AWS CloudFormationvous aide à configurer les AWS ressources, à les approvisionner rapidement et de manière cohérente, et à les gérer tout au long de leur cycle de vie dans toutes Comptes AWS les régions. CloudFormation les hooks évaluent de manière proactive la configuration de vos CloudFormation ressources avant leur déploiement. Si des ressources non conformes sont détectées, ils renvoient un état d’échec. En fonction du mode de défaillance du hook, l'opération CloudFormation peut échouer ou présenter un avertissement permettant à l'utilisateur de poursuivre le déploiement. Vous pouvez utiliser les hooks disponibles ou développer les vôtres.

AWS Control Tower

AWS Control Towervous aide à configurer et à gérer un environnement AWS multi-comptes, conformément aux meilleures pratiques prescriptives. AWS Control Tower propose des commandes proactives préconfigurées que vous pouvez activer dans votre zone d'atterrissage. Si votre zone de landing zone est configurée à l'aide de ces contrôles proactifs optionnels AWS Control Tower, vous pouvez utiliser ces contrôles proactifs optionnels comme point de départ pour votre organisation. Vous pouvez intégrer des contrôles proactifs personnalisés supplémentaires CloudFormation selon vos besoins.

Résultats métier

Moins d'efforts humains et d'erreurs humaines

Les contrôles proactifs réduisent le risque d’erreur humaine qui entraîne le déploiement de ressources non conformes. Ils réduisent également l’effort humain plus loin dans le cycle de développement, car ils obligent les développeurs à prendre en compte la sécurité des ressources avant le déploiement. Cela applique la pratique du décalage gauche à la création de ressources sécurisées, en imposant la conformité plus tôt dans le cycle de vie du développement.

Réduction des coûts

Il est généralement plus coûteux de corriger un problème de sécurité après le déploiement. L’identification et la résolution des problèmes plus tôt dans le cycle de développement réduisent les coûts de développement.

Gains de temps

Dans la mesure où les contrôles proactifs empêchent le déploiement de ressources non conformes, ils réduisent le temps que vous passez à trier et à corriger les problèmes de sécurité. Ils indiquent également le nombre de résultats de sécurité, que les contrôles de détection identifieraient plus tard dans le cycle de développement.
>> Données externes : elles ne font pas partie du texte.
package ingest

import (
	"archive/zip"
	"bytes"
	"fmt"
	"math"
	"strings"
	"testing"

	"github.com/google/go-cmp/cmp"
	"github.com/xuri/excelize/v2"
)

// numbered is what xlsx.rows gives: row number → cells.
func numbered(t *testing.T, data []byte) map[string]map[int][]string {
	t.Helper()
	w, err := openXLSX(data, DefaultMaxBytes)
	if err != nil {
		t.Fatal(err)
	}
	out := map[string]map[int][]string{}
	for _, s := range w.sheets {
		out[s.name] = map[int][]string{}
		if err := w.rows(s, func(num int, cells []string) error {
			out[s.name][num] = append([]string{}, cells...)
			return nil
		}); err != nil {
			t.Fatal(err)
		}
	}
	return out
}

// The cells are those that excelize, a library for the whole format, reads.
func TestXLSXAgreesWithLibrary(t *testing.T) {
	f := excelize.NewFile()
	set := func(sheet, cell string, v any) {
		t.Helper()
		if err := f.SetCellValue(sheet, cell, v); err != nil {
			t.Fatal(err)
		}
	}
	if _, err := f.NewSheet("Second & last"); err != nil {
		t.Fatal(err)
	}
	for i, v := range []any{1, -2.5, 1e-12, 1.7976931348623157e308, 0.1, math.Pi, "text", "", " blanks around ", "a<b&c>\"d\"", "µΩ °", "line\nbreak", "tab\there",
		true, false, "_x000D_", "_x005F_x000D_", "_xyz_", "1,5", "=1+1", nil} {
		set("Sheet1", fmt.Sprintf("%c%d", 'A'+i%5, 1+2*(i/5)), v)
	}
	set("Sheet1", "XFD20", 20)
	set("Sheet1", "AB300", "far below")
	set("Second & last", "B2", "|Z|")
	if err := f.SetCellRichText("Second & last", "C3", []excelize.RichTextRun{{Text: "phase "}, {Text: "(deg)", Font: &excelize.Font{Bold: true}}}); err != nil {
		t.Fatal(err)
	}
	if err := f.SetCellFormula("Second & last", "D4", "SUM(A1:A2)"); err != nil {
		t.Fatal(err)
	}
	style, err := f.NewStyle(&excelize.Style{NumFmt: 10})
	if err != nil {
		t.Fatal(err)
	}
	set("Second & last", "E5", 0.25)
	if err := f.SetCellStyle("Second & last", "E5", "G7", style); err != nil {
		t.Fatal(err)
	}
	var b bytes.Buffer
	if err := f.Write(&b); err != nil {
		t.Fatal(err)
	}
	lib, err := excelize.OpenReader(bytes.NewReader(b.Bytes()), excelize.Options{RawCellValue: true})
	if err != nil {
		t.Fatal(err)
	}
	defer lib.Close()
	want := map[string]map[int][]string{}
	for _, name := range lib.GetSheetList() {
		want[name] = map[int][]string{}
		rows, err := lib.Rows(name)
		if err != nil {
			t.Fatal(err)
		}
		for num := 1; rows.Next(); num++ {
			cells, err := rows.Columns()
			if err != nil {
				t.Fatal(err)
			}
			for len(cells) > 0 && cells[len(cells)-1] == "" {
				cells = cells[:len(cells)-1]
			}
			if len(cells) > 0 {
				want[name][num] = cells
			}
		}
		if err := rows.Close(); err != nil {
			t.Fatal(err)
		}
	}
	if len(want["Sheet1"]) != 6 || len(want["Second & last"]) != 3 {
		t.Fatalf("the library reads %v", want)
	}
	if d := cmp.Diff(want, numbered(t, b.Bytes())); d != "" {
		t.Error(d)
	}
}

// archive makes a workbook of the parts given; pairs of name and text.
func archive(t *testing.T, parts ...string) []byte {
	t.Helper()
	var b bytes.Buffer
	z := zip.NewWriter(&b)
	for i := 0; i < len(parts); i += 2 {
		w, err := z.Create(parts[i])
		if err != nil {
			t.Fatal(err)
		}
		if _, err := w.Write([]byte(parts[i+1])); err != nil {
			t.Fatal(err)
		}
	}
	if err := z.Close(); err != nil {
		t.Fatal(err)
	}
	return b.Bytes()
}

const strictRelation = "http://purl.oclc.org/ooxml/officeDocument/relationships/"

// book is a workbook in the strict form of ECMA-376, with parts elsewhere than
// usual and one sheet of the rows given.
func book(t *testing.T, rows string) []byte {
	return archive(t,
		"_rels/.rels", `<Relationships><Relationship Id="r" Type="`+strictRelation+`officeDocument" Target="/Book/Main.xml"/></Relationships>`,
		"book/main.xml", `<x:workbook xmlns:x="http://purl.oclc.org/ooxml/spreadsheetml/main" xmlns:r="`+strictRelation+`"><x:sheets><x:sheet name="A" sheetId="1" r:id="q"/></x:sheets></x:workbook>`,
		"book/_rels/main.xml.rels", `<Relationships><Relationship Id="q" Type="`+strictRelation+`worksheet" Target="../s.xml"/><Relationship Id="p" Type="`+strictRelation+`sharedStrings" Target="t.xml"/></Relationships>`,
		"book/t.xml", `<sst><si><t>f (Hz)</t></si><si><r><t>R </t></r><rPh sb="0" eb="1"><t>hint</t></rPh><r><t>(Ohm)</t></r></si></sst>`,
		"s.xml", `<worksheet><cols><col min="1"/></cols><sheetData>`+rows+`</sheetData><tail><row/></tail></worksheet>`)
}

func TestXLSXForms(t *testing.T) {
	// Cells and rows without a place follow the one before.
	got := numbered(t, book(t, `<row><c t="s"><v>0</v></c><c t="s"><v> 1 </v></c><c t="inlineStr"><is><t>X (Ohm)</t></is></c></row>`+
		`<row r="4"><c r="B4"><v>1</v></c><c/><c t="str"><f>1&amp;2</f><v>12</v></c><c t="e"><v>#N/A</v></c><c t="s"><v>7</v></c></row><row/><row><c r="c6"><v>9</v></c></row>`))
	want := map[string]map[int][]string{"A": {1: {"f (Hz)", "R (Ohm)", "X (Ohm)"}, 4: {"", "1", "", "12", "#N/A"}, 6: {"", "", "9"}}}
	if d := cmp.Diff(want, got); d != "" {
		t.Error(d)
	}
	for rows, want := range map[string]string{
		`<row r="2"/><row r="2"/>`:                     "a.xlsx: expected a sheet of cells, found row 2 below row 2; try: save it again, or export CSV",
		`<row r="9999999"/>`:                           "found row 9999999 below row 0",
		`<row><c r="B1"/><c r="A1"/></row>`:            "found cell A1 behind column 2",
		`<row><c r="XFE1"/></row>`:                     "found cell XFE1 behind column 0",
		`<row><c r="ZZZZZZZZZZZZZZZZZZZZ1"/></row>`:    "found cell ZZZ",
		`<row><c><v>1</v></c>`:                         "found XML syntax error",
		`<row><c><v>1</v></c></row></sheetData><row/>`: "1:1: expected a header with a frequency column and rows of numbers, found \"1\"",
	} {
		_, err := Read("a.xlsx", bytes.NewReader(book(t, rows)), nil)
		if err == nil || !strings.Contains(err.Error(), want) {
			t.Errorf("%s: %v, want %s", rows, err, want)
		}
	}
	if _, err := Read("a.xlsx", bytes.NewReader(archive(t, "readme.txt", "hello")), nil); err == nil || err.Error() != "a.xlsx: expected a spreadsheet (.xlsx), found no part xl/workbook.xml; try: save it again, or export CSV" {
		t.Error(err)
	}
}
Conformité aux réglementations

Si votre organisation doit se conformer à des réglementations internes ou sectorielles, des contrôles proactifs peuvent vous aider à assurer votre conformité et à éviter les sanctions en cas de violation.

Réduction des risques

Les contrôles proactifs aident les développeurs à déployer des ressources conformes et plus sécurisées, de manière à réduire les risques de sécurité de votre organisation.